Jeff had various nicknames such as The Whistler, The Mumbler, and most often called The Doctor because... his ramblings would go on and on as “he knows a little bit about everything...and a lot about nothing.”
He is always extremely agreeable...he would even agree that a shit sandwich is delicious.
The Waldos Distinctive Posture-Hunch
The Waldos, more so Waldo Larry, Waldo Dave and Waldo Steve, had a distinctive posture or hunch while hanging on their wall at the San Rafael High School campus, or any regular cannabis toking spot. The posture embodied secrecy in and of the Waldos culture.
Cannabis was highly illegal in the 70’s and the Waldos nervously had weed on them most of the time. Suppose you were taking a hit off a cannabis cigarette-joint (or a bite of sinful food) and you were being secretive about it.
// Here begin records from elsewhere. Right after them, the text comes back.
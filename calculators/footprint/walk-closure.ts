import { Length, squareRoot } from "../length";
import type { Leg } from "./leg";
import { stepToward } from "./toward";

/** Where the walk ends, east and north of where it began: exact while every leg runs along an axis. */
export interface Closure {
  east: Length | number;
  north: Length | number;
  distance: Length | number;
  /** The walk's length over the distance by which it misses: 1 in how many. Null when it closes. */
  oneIn: number | null;
}

/** Closer than this (inches) a walk with bearings has closed: below what doubles add up to. */
export const closed = 1e-6;

export function closureOf(legs: readonly Leg[]): Closure {
  const walked = legs.reduce((sum, leg) => sum.plus(leg.length), Length.zero).toNumber();
  if (legs.every(({ toward }) => toward.axis !== null)) {
    const east = sumOf(legs, "E", "W");
    const north = sumOf(legs, "N", "S");
    const distance = squareRoot(east.inches.mul(east.inches).add(north.inches.mul(north.inches)));
    const miss = asNumber(distance);
    return { east, north, distance, oneIn: miss === 0 ? null : walked / miss };
  }
  const steps = legs.map((leg) => ({ step: stepToward(leg.toward), inches: leg.length.toNumber() }));
  const east = steps.reduce((sum, { step, inches }) => sum + step.east * inches, 0);
  const north = steps.reduce((sum, { step, inches }) => sum + step.north * inches, 0);
  const miss = Math.hypot(east, north);
  return miss < closed ? { east: 0, north: 0, distance: 0, oneIn: null } : { east, north, distance: miss, oneIn: walked / miss };
}

function sumOf(legs: readonly Leg[], ahead: string, back: string): Length {
  return legs.reduce((sum, { toward, length }) => (toward.axis === ahead ? sum.plus(length) : toward.axis === back ? sum.minus(length) : sum), Length.zero);
}

export const asNumber = (value: Length | number): number => (typeof value === "number" ? value : value.toNumber());
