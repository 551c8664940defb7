//! What happens: peaks, margins, soak-back, approach to steady state, waits, energy balance.

use super::accuracy::{Resolved, last_burn_start};
use super::follow::{ResolvedWall, informed, resolve_all};
use super::log::{self, reading_times};
use super::pass::{Keep, LevelOf, Pass, PassSettings, kept, limits};
use super::steady::{Burn, steady};
use super::types::*;
use crate::model::{HeatingModel, Kelvin, Limit, Model, PhaseKind, Place, Readings, Seconds, Shape, Station};
use crate::run::{Peak, Quantity, Rest, RunError, SAME};
use std::sync::atomic::AtomicBool;

/// What to compute beside the answers.
#[derive(Clone, Default)]
pub struct RunOptions<'a> {
    /// Whether to keep histories to write.
    pub history: bool,
    /// Exactly these rows in the trace; empty: the program's own, dense enough to draw.
    pub times: Vec<Seconds>,
    /// Readings of a test to put beside the run; empty: none.
    pub log: &'a [Readings],
    /// Set from outside to stop.
    pub stop: Option<&'a AtomicBool>,
    /// Told the share of the work done, as far as it is known.
    pub progress: Option<&'a (dyn Fn(f64) + Sync)>,
}

/// Answers, and histories if asked for: one for each station, with rows at the same clocks.
#[derive(Clone, Debug)]
pub struct RunOutcome {
    /// The answers.
    pub answers: RunAnswers,
    /// The histories.
    pub histories: Vec<StationHistory>,
    /// Every reading of a log beside the computed one: station by index, probe's name, and the readings in rising time.
    pub compared: Vec<(usize, String, Vec<ComparedReading>)>,
}

/// Points that get this much hotter after the last burn have a soak-back peak.
const SOAKS: f64 = 1.0;
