#[test]
fn losses_coolant_and_sun_reach_the_model() -> Outcome {
    let faces = format!(
        "{IDLE}solar_absorptivity = 0.4\npurge_coefficient = \"50 W/m2/K\"\npurge_temperature = \"10 degC\"\n[station.outside]\nconvection = {{ coefficient = \"8 W/m2/K\" }}\nsolar_absorptivity = 0.3\ncoolant = {{ coefficient = \"30 kW/m2/K\", temperature = \"15 degC\", phases = [\"burn\", \"hold\"] }}\nlimit = \"90 degC\"\n"
    );
    let profile = "sun = \"900 W/m2\"\n[profile]\nphases = [ { burn = \"2 s\", coolant = false }, { hold = \"9 s\", purge = true } ]";
    let text = plate(COPPER, &faces, profile) + "open = true\n[allowance]\nlimits = \"50 K\"\n[solver]\ntolerance = \"0.02 K\"\n";
    let case = accepted(&text, &[])?;
    let station = &case.model.stations()[0];
    let crate::model::Outside::Open(losses) = &station.outer.outside else {
        return Err("no losses".into());
    };
    assert_eq!(losses.convection, crate::model::Convection::Coefficient(8.0));
    let coolant = losses
        .coolant
        .as_ref()
        .map(|coolant| (coolant.coefficient, coolant.temperature, coolant.phases.hold, coolant.phases.shutdown));
    assert_eq!(coolant, Some((30e3, 288.15, true, false)));
    assert_eq!((losses.solar_absorptivity, station.idle.solar_absorptivity), (0.3, 0.4));
    assert_eq!(
        station.idle.purge.as_ref().map(|purge| (purge.coefficient, purge.temperature)),
        Some((50.0, 283.15))
    );
    assert_eq!(station.outer.limit.as_ref().map(|limit| limit.temperature), Some(363.15));
    assert!(station.heating.as_ref().is_some_and(|heating| heating.open));
    assert!(!case.model.profile().phases()[0].coolant && case.model.profile().phases()[1].purge);
    assert_eq!(
        (
            case.model.allowance().limits,
            case.model.allowance().heating,
            case.model.allowance().given()
        ),
        (50.0, 1.0, true)
    );
    assert_eq!(case.model.tolerance, 0.02);
    Ok(())
}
The posture would be characterized as ‘furtiveness’ and expressive of the element of ‘sneak’...hunched over a little bit and shoulders rounded. (And at the very same time, Waldo faces had a sparkle-grin of fun, and were expressive of some possible upcoming comedic deviousness.)
With the same posture and sparkle, even when marijuana wasn’t possessed or used, Waldos privately and continuously shared their inside jokes and catchphrases as though the jokes themselves might also be illegal. They would at times break out into less-secretive wild comedic antics, and then return to the Waldo hunch.
Perhaps one other reason for the Waldo hunch; the main ‘Wall’ hangout had no back and no sides ...it was nothing more than a ledge about 3 feet high and about 8 inches wide. There was no back support.